她总说“语言是用来用的,不是用来背的”,为了让我们敢开口,她在课堂上搞过“英语时装秀”,让我们用英语描述自己的衣服,有个男生穿了件宽松的卫衣,结结巴巴说不出话,陈老师突然指了指自己的短裙:“Look at my skirt. It's denim, and it's short. I like it because it's cool. 你呢?Your hoodie—what color is it? Is it comfortable?”男生愣了愣,小声说:“It's gray... and it's soft.”陈老师立刻鼓掌:“Perfect! 下次可以说‘I like my gray hoodie because it's soft and warm.’ 看,很简单吧?”那天她穿着一条火红色的短裙,站在教室中央,像一团跳动的火焰,把我们每个人的紧张都烤化了。
我印象最深的是高二那年,我因为英语考试失利,趴在桌子上哭,陈老师把我叫到办公室,她当时穿着条墨绿色的短裙,坐在办公椅上,裙摆铺开像一朵温柔的绿萝,她没说“别哭了”,而是递给我一张纸巾,指着窗外操场上的篮球架:“你看那个投篮的同学,他投十次,可能只进三次,但他还会投,对不对?英语就像投篮,错了再改,练多了就会了。”她从抽屉里拿出一本英文绘本,翻到一页,指着上面的图画说:“你看这个小姑娘,她学英语时把‘apple’说成‘apble’,她妈妈没笑她,反而每天和她一起读,现在她能讲很长的故事了。”阳光从她身后照过来,把她裙摆的影子投在我的书上,墨绿色里混着暖黄,像她的话一样,又暖又安心。
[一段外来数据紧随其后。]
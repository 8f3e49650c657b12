"""One invented subject: body, static trial, movement trials with artifact and bone truth.

Conventions: docs/conventions.md.
"""

from __future__ import annotations

from dataclasses import dataclass, replace

import numpy as np
from numpy.random import Generator

from sta_prior.checks import BoolArray, FloatArray
from sta_prior.se3 import exp, transform_points
from sta_prior.simulate.artifact import (
    Population,
    draw_weights,
    drives,
    residual_displacement,
    systematic_displacement,
)
from sta_prior.simulate.mechanisms import (
    HIDDEN_SHARE,
    SegmentTissue,
    bulge_and_slide,
    draw_tissue,
    scattered_windows,
    strikes_of,
    wobble,
)
from sta_prior.simulate.motion import (
    RATE,
    MotionStyle,
    TaskMotion,
    draw_style,
    joint_travel,
    leg_poses,
    secondary_angles,
    task_motion,
)

SEGMENTS = ("thigh", "shank")
MARKERS = ("TA", "TB", "TC", "TD", "TE", "SA", "SB", "SC", "SD", "SE")
MARKER_COUNTS = (5, 5)
LANDMARKS = ("HJC", "LEP", "MEP", "LMA", "MMA", "LCO", "MCO")
SESSIONS = ("morning", "afternoon")
STATIC_FRAMES = 60
_DEGREE = np.pi / 180.0
_AVERAGE_HEIGHT = 1.74  # m
_THIGH_LENGTH, _SHANK_LENGTH = 0.42, 0.40  # m, hip to knee centre, knee centre to ankle, at average height
_PLACEMENT_SD = 8e-3  # m, of a marker along and around the segment
_SHORTEST_WINDOW, _LONGEST_WINDOW = 0.6, 0.8  # s in view of the imaging system


@dataclass(frozen=True)
class Body:
    """Invented body of one subject.

    Attributes
    ----------
    height, mass : m, kg
    markers : shape (10, 3), m, reference positions in the bone frame of their segment
    landmarks : shape (7, 3), m, in the bone frame of their segment at the reference posture
    centres : shape (2, 3), m, knee centre in the thigh and in the shank frame
    leg_lengths : m, thigh and shank
    """

    height: float
    mass: float
    markers: FloatArray
    landmarks: FloatArray
    centres: FloatArray
    leg_lengths: tuple[float, float]


@dataclass(frozen=True)
class SimulatedTrial:
    """One movement trial of n frames with its truth; segments thigh, shank; ten markers.

    Attributes
    ----------
    id, activity, session : names
    time : shape (n,), s
    points : shape (n, 10, 3), m, lab, measured; NaN where occluded
    lab_from_bone : shape (n, 2, 4, 4), true poses
    imaged_pose : shape (n, 2, 4, 4), noisy bone truth, NaN outside the imaging windows;
        all NaN for an archived subject
    angles : shape (n, 3), rad, true knee flexion, adduction, internal rotation
    travel : shape (n, 3), m, true travel of the knee centre, thigh frame
    displacement : shape (n, 10, 3), m, bone frame, true artifact
    systematic : shape (n, 10, 3), m, bone frame, the part of it that the angles explain
    cycles : (start s, end s) of each whole movement cycle
    """

    id: str
    activity: str
    session: str
    time: FloatArray
    points: FloatArray
    lab_from_bone: FloatArray
    imaged_pose: FloatArray
    angles: FloatArray
    travel: FloatArray
    displacement: FloatArray
    systematic: FloatArray
    cycles: tuple[tuple[float, float], ...]


@dataclass(frozen=True)
class SimulatedSubject:
    """One invented subject.

    Attributes
    ----------
    id : K01 …
    imaged : whether windows of bone truth are in view
    body, style : constants of the body and of the way of moving
    weights : two of shape (4, 15), m a drive, this subject's artifact on thigh and shank
    tissue_factor : unitless
    reference_pose : shape (2, 4, 4), lab_from_bone in the static trial
    static_points : shape (k, 17, 3), m, lab: ten markers, then seven landmarks
    trials : movement trials
    tissue : of thigh and shank in the mechanism bulge-slide-wobble, which then replaces the weights
    """

    id: str
    imaged: bool
    body: Body
    style: MotionStyle
    weights: tuple[FloatArray, FloatArray]
    tissue_factor: float
    reference_pose: FloatArray
    static_points: FloatArray
    trials: tuple[SimulatedTrial, ...]
    tissue: tuple[SegmentTissue, SegmentTissue] | None = None


def average_layouts() -> tuple[FloatArray, FloatArray]:
    """Average marker positions on thigh and shank, two of shape (5, 3), m, bone frames.

    The thigh frame starts at the hip centre, the shank frame between the malleoli; markers
    lie on the front and outer side.
    """
    thigh = np.array(
        [
            [0.065, -0.130, 0.040],
            [0.080, -0.235, 0.005],
            [0.015, -0.170, 0.085],
            [0.010, -0.285, 0.075],
            [0.060, -0.330, 0.045],
        ]
    )
    shank = np.array(
        [
            [0.045, 0.310, 0.020],
            [0.000, 0.285, 0.055],
            [0.035, 0.220, -0.025],
            [0.005, 0.165, 0.050],
            [0.030, 0.130, 0.010],
        ]
    )
    return thigh, shank


def draw_body(generator: Generator, tissue_factor: float) -> Body:
    """Draw one body, right leg.

    Parameters
    ----------
    generator : source of all randomness
    tissue_factor : unitless; more soft tissue makes the body heavier

    Returns
    -------
    Body.
    """
    height = float(_AVERAGE_HEIGHT + 0.07 * np.clip(generator.standard_normal(), -2.5, 2.5))
    size = height / _AVERAGE_HEIGHT
    mass = float(23.0 * height**2 * tissue_factor**0.5 * generator.uniform(0.94, 1.06))
    thigh, shank = _THIGH_LENGTH * size, _SHANK_LENGTH * size
    half_knee, half_ankle, half_condyle = (
        np.array([0.041, 0.036, 0.035]) * size * generator.uniform(0.95, 1.05, 3)
    )
    # Frames are those of the landmarks: the recipes of the lab file find them again.
    landmarks = np.array(
        [
            [0.0, 0.0, 0.0],
            [0.0, -thigh, half_knee],
            [0.0, -thigh, -half_knee],
            [0.0, 0.0, half_ankle],
            [0.0, 0.0, -half_ankle],
            [0.0, shank - 0.025 * size, half_condyle],
            [0.0, shank - 0.025 * size, -half_condyle],
        ]
    )
    centres = np.array([[0.0, -thigh, 0.0], [0.004 * size, shank, 0.003 * size]])
    placement = _PLACEMENT_SD * np.clip(generator.standard_normal((len(MARKERS), 3)), -2, 2)
    markers = np.concatenate(average_layouts()) * size + placement * np.array([0.4, 1.0, 1.0])
    return Body(height, mass, markers, landmarks, centres, (thigh, shank))


def simulate_subject(
    identifier: str,
    imaged: bool,
    population: Population,
    schedule: tuple[tuple[str, int], ...],
    generator: Generator,
) -> SimulatedSubject:
    """Make one subject with a static trial and all movement trials.

    Parameters
    ----------
    identifier : subject id
    imaged : whether trials get windows of bone truth
    population : what all subjects share
    schedule : (task, repetition from 1) of each trial
    generator : source of all randomness; each trial gets a child of its own

    Returns
    -------
    SimulatedSubject.

    Raises
    ------
    InputError : an unknown task.
    """
    weights, tissue_factor = draw_weights(population, generator)
    body = draw_body(generator, tissue_factor)
    style = draw_style(generator)
    pose = _standing_pose(body, style)
    settings = population.settings
    bone_points = _in_segments(pose, body.markers, body.landmarks)
    static_points = bone_points + settings.instrument_sd * generator.standard_normal(
        (STATIC_FRAMES, *bone_points.shape)
    )
    subject = SimulatedSubject(
        identifier, imaged, body, style, weights, tissue_factor, pose, static_points, trials=()
    )
    if population.tissue is not None:
        own = _by_segment(body.markers)
        thigh, shank = (
            draw_tissue(average, markers, tissue_factor, generator)
            for average, markers in zip(population.tissue, own, strict=True)
        )
        subject = replace(subject, tissue=(thigh, shank))
    children = generator.spawn(len(schedule))
    trials = tuple(
        simulate_trial(subject, population, task, repetition, child)
        for (task, repetition), child in zip(schedule, children, strict=True)
    )
    return replace(subject, trials=trials)


def simulate_trial(
    subject: SimulatedSubject, population: Population, task: str, repetition: int, generator: Generator
) -> SimulatedTrial:
    """Make one movement trial of a subject.

    Parameters
    ----------
    subject : body, style and artifact; its own trials are not read
    population : what all subjects share
    task : one of motion.TASKS
    repetition : from 1; odd ones are filmed in the morning, even ones in the afternoon,
        with the markers left where they are
    generator : source of all randomness

    Returns
    -------
    SimulatedTrial.

    Raises
    ------
    InputError : an unknown task.
    """
    settings = population.settings
    style, body = subject.style, subject.body
    motion = task_motion(task, style, body.leg_lengths, generator)
    travel = joint_travel(style, motion.angles)
    poses = leg_poses(motion.thigh_angles, motion.hip_position, motion.angles, travel, body.centres)
    frames = len(motion.time)
    systematic, residual = _artifact(subject, population, task, motion, poses, generator)
    displacement = systematic + residual
    split = MARKER_COUNTS[0]
    exact = np.concatenate(
        [
            transform_points(poses[:, 0], body.markers[:split] + displacement[:, :split]),
            transform_points(poses[:, 1], body.markers[split:] + displacement[:, split:]),
        ],
        axis=1,
    )
    points = exact + settings.instrument_sd * generator.standard_normal(exact.shape)
    points[_occlusions(frames, generator, HIDDEN_SHARE if subject.tissue else 1 / 6)] = np.nan
    noise = np.array([settings.bone_sd_rotation] * 3 + [settings.bone_sd_position] * 3)
    imaged_pose = poses @ exp(noise * generator.standard_normal((frames, len(SEGMENTS), 6)))
    windows = scattered_windows(frames, generator) if subject.tissue else _windows(motion.time, generator)
    in_view = windows & subject.imaged
    imaged_pose[~in_view] = np.nan
    return SimulatedTrial(
        id=f"{task}_{repetition:02d}",
        activity=task,
        session=SESSIONS[(repetition - 1) % len(SESSIONS)],
        time=motion.time,
        points=points,
        lab_from_bone=poses,
        imaged_pose=imaged_pose,
        angles=motion.angles,
        travel=travel,
        displacement=displacement,
        systematic=systematic,
        cycles=motion.cycles,
    )


def _by_segment(values: FloatArray) -> tuple[FloatArray, FloatArray]:
    """Values of the ten markers, first axis, as those of thigh and shank."""
    split = MARKER_COUNTS[0]
    return values[:split], values[split:]


def _artifact(
    subject: SimulatedSubject,
    population: Population,
    task: str,
    motion: TaskMotion,
    poses: FloatArray,
    generator: Generator,
) -> tuple[FloatArray, FloatArray]:
    """Artifact that the angles explain and the rest, each (n, 10, 3) m."""
    settings, reference = population.settings, subject.style.reference_angles
    if subject.tissue is not None:
        strikes = strikes_of(task, motion.cycles)
        systematic = [bulge_and_slide(tissue, motion.angles, reference) for tissue in subject.tissue]
        rest = [
            wobble(tissue, poses[:, index], motion.time, strikes, generator)
            for index, tissue in enumerate(subject.tissue)
        ]
    else:
        drive = drives(motion.angles, reference)
        systematic = [systematic_displacement(weights, drive) for weights in subject.weights]
        rest = [
            residual_displacement(
                segment.residual_factor, len(motion.time), 1 / RATE, settings.correlation_time, generator
            )
            for segment in population.segments
        ]
    return np.concatenate(systematic, axis=1), np.concatenate(rest, axis=1)


def _standing_pose(body: Body, style: MotionStyle) -> FloatArray:
    """Poses (2, 4, 4) of the static trial: upright, knee at the reference angles."""
    angles = secondary_angles(style, style.reference_angles[0], np.zeros(2))
    thigh_angles = np.array([0.5 * style.reference_angles[0], 0.0, style.thigh_offset[2]])
    hip = np.array([0.0, 0.08 + 0.995 * sum(body.leg_lengths), 0.09])
    return leg_poses(thigh_angles, hip, angles, np.zeros(3), body.centres)


def _in_segments(pose: FloatArray, markers: FloatArray, landmarks: FloatArray) -> FloatArray:
    """Markers and landmarks (17, 3) m in the lab for poses (2, 4, 4)."""
    split, thigh_landmarks = MARKER_COUNTS[0], 3
    return np.concatenate(
        [
            transform_points(pose[0], markers[:split]),
            transform_points(pose[1], markers[split:]),
            transform_points(pose[0], landmarks[:thigh_landmarks]),
            transform_points(pose[1], landmarks[thigh_landmarks:]),
        ]
    )


def _occlusions(frames: int, generator: Generator, share: float) -> BoolArray:
    """Hidden (frames, 10): in a share of the trials one or two markers are lost for 0.1–0.3 s."""
    hidden = np.zeros((frames, len(MARKERS)), dtype=np.bool_)
    chosen = generator.permutation(len(MARKERS))[: generator.integers(1, 3)]
    starts = generator.integers(0, frames - 30, len(chosen))
    lengths = generator.integers(10, 31, len(chosen))
    if generator.uniform() < share:
        frame = np.arange(frames)[:, None]
        hidden[:, chosen] = (frame >= starts) & (frame < starts + lengths)
    return hidden


def _windows(time: FloatArray, generator: Generator) -> BoolArray:
    """In view (n,): one window in each half of the trial, 0.6 to 0.8 s long."""
    half = time[-1] / 2
    lengths = generator.uniform(_SHORTEST_WINDOW, _LONGEST_WINDOW, 2)
    starts = generator.uniform(0, 1, 2) * (half - lengths) + np.array([0.0, half])
    inside = (time[:, None] >= starts) & (time[:, None] < starts + lengths)
    return np.asarray(inside.any(axis=1), dtype=np.bool_)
后来我才知道,陈老师大学时学的是古典文学,却因为喜欢和年轻人打交道,毅然选择了当英语老师,她说:“语言是活的,就像裙子,不是为了束缚自己,是为了让自己更自由地表达。”她总穿着短裙,不是刻意追求时尚,而是因为她觉得“短裙利落,跑得快,跳得高,和学生一起闹一起笑的时候,不用担心裙摆绊倒脚”。
高中毕业那天,我去办公室找她告别,她正在收拾教案,身上穿着条第一次见她时的浅牛仔短裙,裙摆已经洗得有点发白,却依旧干净挺括,她看见我,从抽屉里拿出一本英语笔记,扉页上写着:“To my dear student: Language is the dress of thought, so make it beautiful. ——陈薇”我翻开笔记,里面密密麻麻记着她的板书,还有页边角她写的小批注:“这里可以用‘I have been waiting for you’,强调‘一直在等’哦”“这个句子像她的短裙一样,要简洁才有力量”。
如今我也成了一名老师,偶尔会穿短裙上课,每当有学生问我“老师,你为什么总穿短裙”,我总会想起陈薇老师,想起她裙摆飞扬的样子,想起她说的“语言是用来连接世界的,不是用来害怕的”,原来那条短裙里,藏的从来不是时尚,而是一颗热爱教学的心,和对学生最温柔的期待——就像她当年站在讲台上,用裙摆扫去了我们对英语的恐惧,让我们相信,每个单词、每句话,都能像她的短裙一样,带着我们走向更广阔的世界。